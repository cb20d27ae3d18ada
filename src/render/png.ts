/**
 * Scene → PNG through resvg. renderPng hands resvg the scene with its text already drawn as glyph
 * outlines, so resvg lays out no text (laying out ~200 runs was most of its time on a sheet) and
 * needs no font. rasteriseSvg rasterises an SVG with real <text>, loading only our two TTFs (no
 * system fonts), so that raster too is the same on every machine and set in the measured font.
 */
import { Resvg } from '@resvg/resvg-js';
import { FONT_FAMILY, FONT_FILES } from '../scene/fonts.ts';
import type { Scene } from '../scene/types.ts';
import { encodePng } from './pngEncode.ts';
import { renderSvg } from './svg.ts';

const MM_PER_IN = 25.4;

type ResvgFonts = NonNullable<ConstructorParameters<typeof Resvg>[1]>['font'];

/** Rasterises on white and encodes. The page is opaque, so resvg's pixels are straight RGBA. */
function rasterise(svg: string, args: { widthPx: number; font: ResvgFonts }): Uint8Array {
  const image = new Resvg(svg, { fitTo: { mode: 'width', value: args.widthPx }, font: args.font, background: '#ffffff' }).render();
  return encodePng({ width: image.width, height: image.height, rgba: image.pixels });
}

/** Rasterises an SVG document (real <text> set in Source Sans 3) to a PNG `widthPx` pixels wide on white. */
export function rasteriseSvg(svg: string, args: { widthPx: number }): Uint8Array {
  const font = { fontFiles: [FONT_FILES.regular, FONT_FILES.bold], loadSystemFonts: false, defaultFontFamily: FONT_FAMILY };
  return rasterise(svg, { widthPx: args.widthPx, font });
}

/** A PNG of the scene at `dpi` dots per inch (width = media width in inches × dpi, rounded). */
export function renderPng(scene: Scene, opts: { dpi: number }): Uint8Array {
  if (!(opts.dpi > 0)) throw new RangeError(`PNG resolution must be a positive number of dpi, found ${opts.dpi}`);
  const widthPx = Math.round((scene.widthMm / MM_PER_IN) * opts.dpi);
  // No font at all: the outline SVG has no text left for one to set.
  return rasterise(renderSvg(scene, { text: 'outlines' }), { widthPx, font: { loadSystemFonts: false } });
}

════════

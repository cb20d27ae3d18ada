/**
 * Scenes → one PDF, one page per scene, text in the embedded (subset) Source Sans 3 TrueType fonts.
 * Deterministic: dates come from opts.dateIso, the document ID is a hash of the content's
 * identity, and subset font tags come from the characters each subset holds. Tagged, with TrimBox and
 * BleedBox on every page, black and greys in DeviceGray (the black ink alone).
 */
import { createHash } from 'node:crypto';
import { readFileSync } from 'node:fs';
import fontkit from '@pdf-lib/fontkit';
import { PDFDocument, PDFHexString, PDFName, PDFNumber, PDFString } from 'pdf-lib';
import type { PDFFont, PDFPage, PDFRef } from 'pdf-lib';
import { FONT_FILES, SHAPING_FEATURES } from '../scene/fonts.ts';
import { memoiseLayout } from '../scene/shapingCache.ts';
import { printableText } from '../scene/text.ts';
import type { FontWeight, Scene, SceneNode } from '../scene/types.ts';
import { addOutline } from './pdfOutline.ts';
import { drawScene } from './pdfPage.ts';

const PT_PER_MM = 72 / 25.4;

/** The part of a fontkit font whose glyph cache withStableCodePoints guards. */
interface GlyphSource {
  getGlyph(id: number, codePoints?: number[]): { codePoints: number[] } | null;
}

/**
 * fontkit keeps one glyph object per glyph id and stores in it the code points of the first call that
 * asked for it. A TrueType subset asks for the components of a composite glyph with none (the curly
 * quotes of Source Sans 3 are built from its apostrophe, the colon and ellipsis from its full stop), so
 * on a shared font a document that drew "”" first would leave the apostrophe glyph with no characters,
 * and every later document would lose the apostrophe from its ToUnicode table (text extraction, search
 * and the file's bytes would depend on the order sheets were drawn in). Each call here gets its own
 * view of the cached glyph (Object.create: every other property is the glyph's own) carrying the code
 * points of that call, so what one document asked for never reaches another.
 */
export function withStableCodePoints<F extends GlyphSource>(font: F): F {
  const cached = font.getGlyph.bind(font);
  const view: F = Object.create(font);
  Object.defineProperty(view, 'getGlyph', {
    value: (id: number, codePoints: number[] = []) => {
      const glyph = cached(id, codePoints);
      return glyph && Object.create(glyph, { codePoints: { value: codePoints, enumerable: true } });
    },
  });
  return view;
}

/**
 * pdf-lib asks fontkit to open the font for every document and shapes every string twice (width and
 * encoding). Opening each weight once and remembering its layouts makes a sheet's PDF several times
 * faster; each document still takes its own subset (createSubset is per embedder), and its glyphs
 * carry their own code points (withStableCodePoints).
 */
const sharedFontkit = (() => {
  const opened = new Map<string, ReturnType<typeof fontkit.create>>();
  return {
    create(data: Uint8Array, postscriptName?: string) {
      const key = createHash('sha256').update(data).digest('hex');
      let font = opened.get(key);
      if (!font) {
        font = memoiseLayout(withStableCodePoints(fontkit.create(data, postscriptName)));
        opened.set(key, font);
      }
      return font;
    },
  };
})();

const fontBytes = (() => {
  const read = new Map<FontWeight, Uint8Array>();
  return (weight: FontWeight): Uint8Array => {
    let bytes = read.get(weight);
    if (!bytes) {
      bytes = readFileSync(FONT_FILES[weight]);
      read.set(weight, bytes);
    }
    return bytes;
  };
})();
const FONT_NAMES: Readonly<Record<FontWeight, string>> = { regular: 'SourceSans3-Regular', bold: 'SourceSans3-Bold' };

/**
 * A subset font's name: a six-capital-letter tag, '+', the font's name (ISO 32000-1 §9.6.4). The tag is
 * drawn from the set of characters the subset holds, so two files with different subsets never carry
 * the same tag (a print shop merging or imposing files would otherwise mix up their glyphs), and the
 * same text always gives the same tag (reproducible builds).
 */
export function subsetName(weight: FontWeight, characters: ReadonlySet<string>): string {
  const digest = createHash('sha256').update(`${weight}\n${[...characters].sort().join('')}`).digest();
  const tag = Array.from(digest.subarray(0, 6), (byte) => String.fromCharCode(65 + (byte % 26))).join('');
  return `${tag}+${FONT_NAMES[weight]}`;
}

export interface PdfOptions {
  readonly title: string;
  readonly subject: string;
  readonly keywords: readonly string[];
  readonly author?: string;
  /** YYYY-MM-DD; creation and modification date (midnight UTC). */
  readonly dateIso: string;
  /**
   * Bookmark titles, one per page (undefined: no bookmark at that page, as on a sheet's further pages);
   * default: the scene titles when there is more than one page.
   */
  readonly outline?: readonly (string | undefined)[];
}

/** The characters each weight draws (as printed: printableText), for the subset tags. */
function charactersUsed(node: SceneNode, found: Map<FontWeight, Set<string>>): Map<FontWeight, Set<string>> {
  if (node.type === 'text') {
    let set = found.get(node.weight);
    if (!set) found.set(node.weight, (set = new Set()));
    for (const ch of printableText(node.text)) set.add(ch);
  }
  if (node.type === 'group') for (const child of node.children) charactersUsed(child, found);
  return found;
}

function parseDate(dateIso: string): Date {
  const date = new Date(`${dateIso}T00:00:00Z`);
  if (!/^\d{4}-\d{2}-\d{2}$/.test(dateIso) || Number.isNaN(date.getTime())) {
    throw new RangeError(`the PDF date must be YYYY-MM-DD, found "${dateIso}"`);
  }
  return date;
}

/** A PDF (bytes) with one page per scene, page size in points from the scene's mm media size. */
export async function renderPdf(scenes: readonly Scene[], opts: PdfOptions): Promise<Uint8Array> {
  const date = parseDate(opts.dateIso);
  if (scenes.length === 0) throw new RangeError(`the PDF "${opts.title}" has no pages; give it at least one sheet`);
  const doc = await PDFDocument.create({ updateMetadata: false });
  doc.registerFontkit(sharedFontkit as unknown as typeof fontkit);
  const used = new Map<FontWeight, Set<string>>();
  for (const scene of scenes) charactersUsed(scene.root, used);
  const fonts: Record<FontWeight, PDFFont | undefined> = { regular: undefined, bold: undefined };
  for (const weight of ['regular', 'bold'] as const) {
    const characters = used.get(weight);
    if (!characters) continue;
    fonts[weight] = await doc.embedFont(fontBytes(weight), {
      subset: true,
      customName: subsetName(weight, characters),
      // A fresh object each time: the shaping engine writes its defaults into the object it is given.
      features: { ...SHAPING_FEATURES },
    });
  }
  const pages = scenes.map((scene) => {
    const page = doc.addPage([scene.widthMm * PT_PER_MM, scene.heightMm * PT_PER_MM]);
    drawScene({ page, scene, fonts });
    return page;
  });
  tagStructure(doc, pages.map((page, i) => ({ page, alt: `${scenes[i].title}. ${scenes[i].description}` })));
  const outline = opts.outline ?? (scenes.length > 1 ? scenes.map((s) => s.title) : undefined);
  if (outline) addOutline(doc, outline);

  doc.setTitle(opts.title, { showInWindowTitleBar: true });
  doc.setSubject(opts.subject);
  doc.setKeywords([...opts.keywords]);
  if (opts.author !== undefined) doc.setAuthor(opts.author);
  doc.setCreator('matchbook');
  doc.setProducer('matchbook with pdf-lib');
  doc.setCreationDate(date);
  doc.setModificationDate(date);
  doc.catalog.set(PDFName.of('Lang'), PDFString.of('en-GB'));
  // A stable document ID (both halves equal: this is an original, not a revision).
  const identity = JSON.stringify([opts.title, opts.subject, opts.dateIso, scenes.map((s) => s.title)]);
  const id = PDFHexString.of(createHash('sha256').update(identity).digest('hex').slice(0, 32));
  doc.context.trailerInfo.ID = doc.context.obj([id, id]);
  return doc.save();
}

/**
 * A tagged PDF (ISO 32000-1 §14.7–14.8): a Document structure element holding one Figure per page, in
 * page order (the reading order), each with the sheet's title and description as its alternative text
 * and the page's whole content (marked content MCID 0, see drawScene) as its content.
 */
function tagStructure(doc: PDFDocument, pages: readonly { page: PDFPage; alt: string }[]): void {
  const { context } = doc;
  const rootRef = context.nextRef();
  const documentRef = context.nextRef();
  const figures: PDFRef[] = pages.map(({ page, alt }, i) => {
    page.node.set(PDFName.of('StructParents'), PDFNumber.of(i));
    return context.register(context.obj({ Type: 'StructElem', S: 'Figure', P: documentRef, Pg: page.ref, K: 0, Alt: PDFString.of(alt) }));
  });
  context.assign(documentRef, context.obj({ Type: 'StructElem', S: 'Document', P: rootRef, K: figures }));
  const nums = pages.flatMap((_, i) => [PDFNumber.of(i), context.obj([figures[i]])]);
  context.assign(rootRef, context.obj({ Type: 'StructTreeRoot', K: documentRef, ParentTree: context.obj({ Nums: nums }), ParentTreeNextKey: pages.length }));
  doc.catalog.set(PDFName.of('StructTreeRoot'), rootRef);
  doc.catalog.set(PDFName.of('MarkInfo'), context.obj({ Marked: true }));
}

════════

(TASK ITEM) Among the lines of the listing above, tally the ones holding the string "sharedFontkit" and give that count alone.

(ANSWER FOR THE TASK) 2